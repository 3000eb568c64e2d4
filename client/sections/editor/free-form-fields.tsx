import { memo, useCallback } from 'react';
import {
  boatTailAngleDegOf,
  CST_LIMITS,
  type CstShape,
  noseRadiusOf,
  type Surface,
} from '#geometry/shapes/cst.ts';
import { type Units } from '#client/app/units.ts';
import { scaleOf } from '#client/drawing/section-points.ts';
import { Button } from '#client/ui/button.tsx';
import { CheckboxField } from '#client/ui/checkbox-field.tsx';
import { type EditorAction } from './editor-state.ts';
import { fieldRange } from './fields.ts';
import { NumberField } from './number-field.tsx';
import { ValueField } from './value-field.tsx';

interface FreeFormFieldsProps {
  readonly shape: CstShape;
  readonly equalNose: boolean;
  readonly chordMm: number;
  readonly units: Units;
  readonly dispatch: (action: EditorAction) => void;
}

const SURFACES = ['upper', 'lower'] as const;

/** The values of a free-form section: what its ends look like, its order, and its weights. */
export function FreeFormFields({ shape, equalNose, chordMm, units, dispatch }: FreeFormFieldsProps) {
  const common = { chordMm, units, dispatch };
  const scale = scaleOf(shape);
  return (
    <>
      {SURFACES.map((surface) => (
        <ValueField
          key={surface}
          {...common}
          kind="fraction"
          field={`noseRadius-${surface}`}
          label={`Nose R, ${surface}`}
          value={noseRadiusOf(shape, surface) * scale}
          decimals={3}
          {...fieldRange(shape, 'noseRadius')}
        />
      ))}
      <CheckboxField
        label="Equal nose radius on both sides"
        checked={equalNose}
        onChange={(event) => {
          dispatch({ type: 'equal-nose', on: event.target.checked });
        }}
      />
      {SURFACES.map((surface) => (
        <ValueField
          key={surface}
          {...common}
          kind="angle"
          field={`boatTail-${surface}`}
          label={`Boat tail, ${surface}`}
          value={boatTailAngleDegOf(shape, surface)}
          decimals={2}
          {...fieldRange(shape, `boatTail-${surface}`)}
        />
      ))}
      <ValueField
        {...common}
        kind="fraction"
        field="trailingEdgeGap"
        label="Edge gap"
        value={shape.trailingEdgeGap * scale}
        decimals={3}
        {...fieldRange(shape, 'trailingEdgeGap')}
      />
      <Orders shape={shape} dispatch={dispatch} />
      <Weights shape={shape} dispatch={dispatch} />
      <details>
        <summary className="py-1 text-graphite">Class exponents</summary>
        <div className="grid grid-cols-2 gap-x-3">
          <Exponent name="n1" label="Nose exponent" value={shape.n1} dispatch={dispatch} />
          <Exponent name="n2" label="Tail exponent" value={shape.n2} dispatch={dispatch} />
        </div>
      </details>
    </>
  );
}

interface PartProps {
  readonly shape: CstShape;
  readonly dispatch: (action: EditorAction) => void;
}

function Orders({ shape, dispatch }: PartProps) {
  const { min, max } = CST_LIMITS.order;
  const upper = shape.upper.length - 1;
  const lower = shape.lower.length - 1;
  const set = (surface: Surface | 'both', order: number) => () => {
    dispatch({ type: 'order', surface, order });
  };
  const row = (name: string, order: number, surface: Surface | 'both', shown: string) => (
    <div key={name} className="flex items-center gap-1" role="group" aria-label={`Order, ${name}`}>
      <span className="mr-auto text-graphite">{name}</span>
      <Button
        size="small"
        aria-label={`Lower the order, ${name}`}
        disabled={order <= min}
        onClick={set(surface, order - 1)}
        className="w-7 pointer-coarse:size-11"
      >
        −
      </Button>
      <output className="w-9 text-center font-semibold">{shown}</output>
      <Button
        size="small"
        aria-label={`Raise the order, ${name}`}
        disabled={order >= max}
        onClick={set(surface, order + 1)}
        className="w-7 pointer-coarse:size-11"
      >
        +
      </Button>
    </div>
  );
  return (
    <div className="mt-1 border-t border-hair pt-2">
      <h3 className="mb-1 text-xs text-graphite">Order</h3>
      <div className="grid grid-cols-2 gap-x-6 gap-y-1">
        {row('upper', upper, 'upper', String(upper))}
        {row('lower', lower, 'lower', String(lower))}
      </div>
      {upper === lower && <div className="mt-1">{row('both surfaces', upper, 'both', String(upper))}</div>}
    </div>
  );
}

function Weights({ shape, dispatch }: PartProps) {
  const rows = Array.from({ length: Math.max(shape.upper.length, shape.lower.length) }, (_, index) => index);
  return (
    <div className="mt-1">
      <div className="mb-1 grid grid-cols-2 gap-x-3 text-xs text-graphite">
        <h3>Weights, upper</h3>
        <h3>lower</h3>
      </div>
      <div className="grid grid-cols-2 gap-x-3 gap-y-1">
        {rows.map((index) =>
          SURFACES.map((surface) => {
            const value = shape[surface][index];
            return value === undefined ? (
              <span key={`${surface}-${index}`} />
            ) : (
              <Weight
                key={`${surface}-${index}`}
                surface={surface}
                index={index}
                value={value}
                dispatch={dispatch}
              />
            );
          }),
        )}
      </div>
    </div>
  );
}

interface WeightProps {
  readonly surface: Surface;
  readonly index: number;
  readonly value: number;
  readonly dispatch: (action: EditorAction) => void;
}

const Weight = memo(function Weight({ surface, index, value, dispatch }: WeightProps) {
  const commit = useCallback(
    (next: number) => {
      dispatch({ type: 'set', field: `${surface}-${index}`, value: next });
    },
    [dispatch, surface, index],
  );
  return (
    <NumberField
      label={`Weight ${index} of the ${surface} surface`}
      short={`A${index}`}
      value={value}
      decimals={4}
      {...CST_LIMITS[surface]}
      onCommit={commit}
    />
  );
});

function Exponent({
  name,
  label,
  value,
  dispatch,
}: {
  name: 'n1' | 'n2';
  label: string;
  value: number;
  dispatch: PartProps['dispatch'];
}) {
  return (
    <NumberField
      label={label}
      short={name.toUpperCase()}
      value={value}
      decimals={3}
      {...CST_LIMITS[name]}
      onCommit={(next) => {
        dispatch({ type: 'set', field: name, value: next });
      }}
    />
  );
}
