import { memo, useId } from 'react';
import { fieldClass, FieldError } from '#client/ui/field.tsx';
import { type ReadText, useTypedText } from './use-typed-text.ts';

interface NumberFieldProps {
  readonly label: string;
  /** Shown in the label's place, when shorter than the spoken label. */
  readonly short?: string;
  readonly value: number;
  readonly min: number;
  readonly max: number;
  readonly decimals: number;
  readonly onCommit: (value: number) => void;
}

/** The look of a field for one value in the list beside the sheet. */
export const valueFieldClass = `${fieldClass} h-7 font-semibold focus:border-wire focus:shadow-[inset_3px_0_0_var(--wire)] pointer-coarse:h-11`;

/** A plain number without unit, such as a weight. Text that cannot be used stays, with the reason. */
export const NumberField = memo(function NumberField(props: NumberFieldProps) {
  const { label, short = label, value, min, max, decimals, onCommit } = props;
  const id = useId();
  const { text, error, close, handlers } = useTypedText(
    value.toFixed(decimals),
    (typed) => readNumber(typed, min, max),
    onCommit,
  );
  const step = (steps: number) => {
    const next = Number((value + steps * 10 ** -(decimals - 1)).toFixed(decimals + 2));
    close();
    onCommit(Math.min(max, Math.max(min, next)));
  };
  return (
    <div className="min-w-0">
      <div className="flex items-center gap-1.5">
        <label htmlFor={id} className="min-w-6 shrink-0 text-xs text-graphite">
          <span aria-hidden="true">{short}</span>
          <span className="sr-only">{label}</span>
        </label>
        <input
          {...handlers}
          id={id}
          type="text"
          inputMode="decimal"
          autoComplete="off"
          spellCheck={false}
          aria-invalid={error !== undefined}
          aria-describedby={error === undefined ? undefined : `${id}-error`}
          value={text}
          onKeyDown={(event) => {
            if (event.key !== 'ArrowUp' && event.key !== 'ArrowDown') {
              handlers.onKeyDown(event);
              return;
            }
            event.preventDefault();
            step((event.key === 'ArrowUp' ? 1 : -1) * (event.shiftKey ? 10 : 1));
          }}
          className={`${valueFieldClass} text-right`}
        />
      </div>
      <FieldError id={id} error={error} />
    </div>
  );
});

function readNumber(text: string, min: number, max: number): ReadText<number> {
  const trimmed = text.trim().replace(',', '.').replace('−', '-');
  const value = trimmed === '' ? Number.NaN : Number(trimmed);
  if (!Number.isFinite(value)) return { error: 'Type a number.' };
  return value < min || value > max ? { error: `From ${min} to ${max}.` } : { value };
}
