import { useQueryClient } from '@tanstack/react-query';
import { useCallback, useRef, useState } from 'react';
import { v4 } from 'uuid';
import { type SectionVersion, versionConflictSchema } from '#server/contracts/sections.ts';
import { fieldErrors, ProblemError } from '#client/api/request.ts';
import { dropDraft, useSaveVersion, versionQuery } from '#client/api/sections.ts';
import { shapeSentence } from '#client/app/shape-words.ts';
import { useAnnounce } from '#client/ui/announcer.tsx';
import { type DraftKeeper } from './draft-keeper.ts';
import { type Shape } from '#geometry/shapes/shape.ts';
import { type EditorAction } from './editor-state.ts';
import { closeForm } from './present.ts';

type SaveStep =
  | { readonly step: 'closed' }
  | { readonly step: 'asking'; readonly refusal: string | null }
  | { readonly step: 'conflict'; readonly latest: SectionVersion };

interface SaveOptions {
  readonly sectionId: string;
  /** What is saved, and the version it stands on. */
  readonly shape: Shape;
  readonly basedOn: number;
  readonly dispatch: (action: EditorAction) => void;
  readonly keeper: DraftKeeper;
}

/** Saving as a version: asking for a note, the save itself, and what to do when another version came in between. */
export function useSave({ sectionId, shape, basedOn, dispatch, keeper }: SaveOptions) {
  const [save, setSave] = useState<SaveStep>({ step: 'closed' });
  const [note, setNote] = useState('');
  const mutation = useSaveVersion(sectionId);
  const announce = useAnnounce();
  const client = useQueryClient();
  const intent = useRef<{ readonly of: string; readonly key: string } | null>(null);

  /** One key for one intended version: trying the same again after a lost answer does not save it twice. */
  const keyOf = (body: object): string => {
    const of = JSON.stringify(body);
    if (intent.current?.of !== of) intent.current = { of, key: v4() };
    return intent.current.key;
  };
  const run = async (on: number, typed: string) => {
    setNote(typed);
    const body = { basedOn: on, shape: closeForm(shape), note: typed };
    try {
      const version = await mutation.mutateAsync({ ...body, key: keyOf(body) });
      intent.current = null;
      keeper.settle();
      client.setQueryData(versionQuery(sectionId, version.number).queryKey, version);
      dispatch({ type: 'saved', number: version.number });
      void dropDraft(sectionId).catch(() => undefined);
      setNote('');
      setSave({ step: 'closed' });
      announce(`Saved as version ${version.number}.`);
    } catch (error) {
      const latest = conflictOf(error);
      setSave(latest ? { step: 'conflict', latest } : { step: 'asking', refusal: refusalOf(error) });
    }
  };
  return {
    save,
    note,
    busy: mutation.isPending,
    ask: useCallback(() => {
      setSave({ step: 'asking', refusal: null });
    }, []),
    close: (typed: string) => {
      setNote(typed);
      setSave({ step: 'closed' });
    },
    run: (typed: string) => void run(basedOn, typed),
    /** After looking at both: the work stands on the newer version from now on, and is saved as the one after it. */
    saveOnTop: (latest: SectionVersion) => {
      dispatch({ type: 'rebase', number: latest.number });
      void run(latest.number, note);
    },
  };
}

function conflictOf(error: unknown): SectionVersion | null {
  if (!(error instanceof ProblemError) || error.status !== 409) return null;
  const conflict = versionConflictSchema.safeParse(error.body);
  return conflict.success ? conflict.data.latest : null;
}

function refusalOf(error: unknown): string {
  const [field] = fieldErrors(error).values();
  if (field !== undefined) return shapeSentence(field);
  return error instanceof Error ? shapeSentence(error.message) : 'The reason is not known.';
}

● Assignment
Will you return exactly the lines above from the one with "max, decimals, onCommit" down to the one with "handlers.onKeyDown(event);", counting both as part of the range?

● Answer area
  const { label, short = label, value, min, max, decimals, onCommit } = props;
  const id = useId();
  const { text, error, close, handlers } = useTypedText(
    value.toFixed(decimals),
    (typed) => readNumber(typed, min, max),
    onCommit,
  );
  const step = (steps: number) => {
    const next = Number((value + steps * 10 ** -(decimals - 1)).toFixed(decimals + 2));
    close();
    onCommit(Math.min(max, Math.max(min, next)));
  };
  return (
    <div className="min-w-0">
      <div className="flex items-center gap-1.5">
        <label htmlFor={id} className="min-w-6 shrink-0 text-xs text-graphite">
          <span aria-hidden="true">{short}</span>
          <span className="sr-only">{label}</span>
        </label>
        <input
          {...handlers}
          id={id}
          type="text"
          inputMode="decimal"
          autoComplete="off"
          spellCheck={false}
          aria-invalid={error !== undefined}
          aria-describedby={error === undefined ? undefined : `${id}-error`}
          value={text}
          onKeyDown={(event) => {
            if (event.key !== 'ArrowUp' && event.key !== 'ArrowDown') {
              handlers.onKeyDown(event);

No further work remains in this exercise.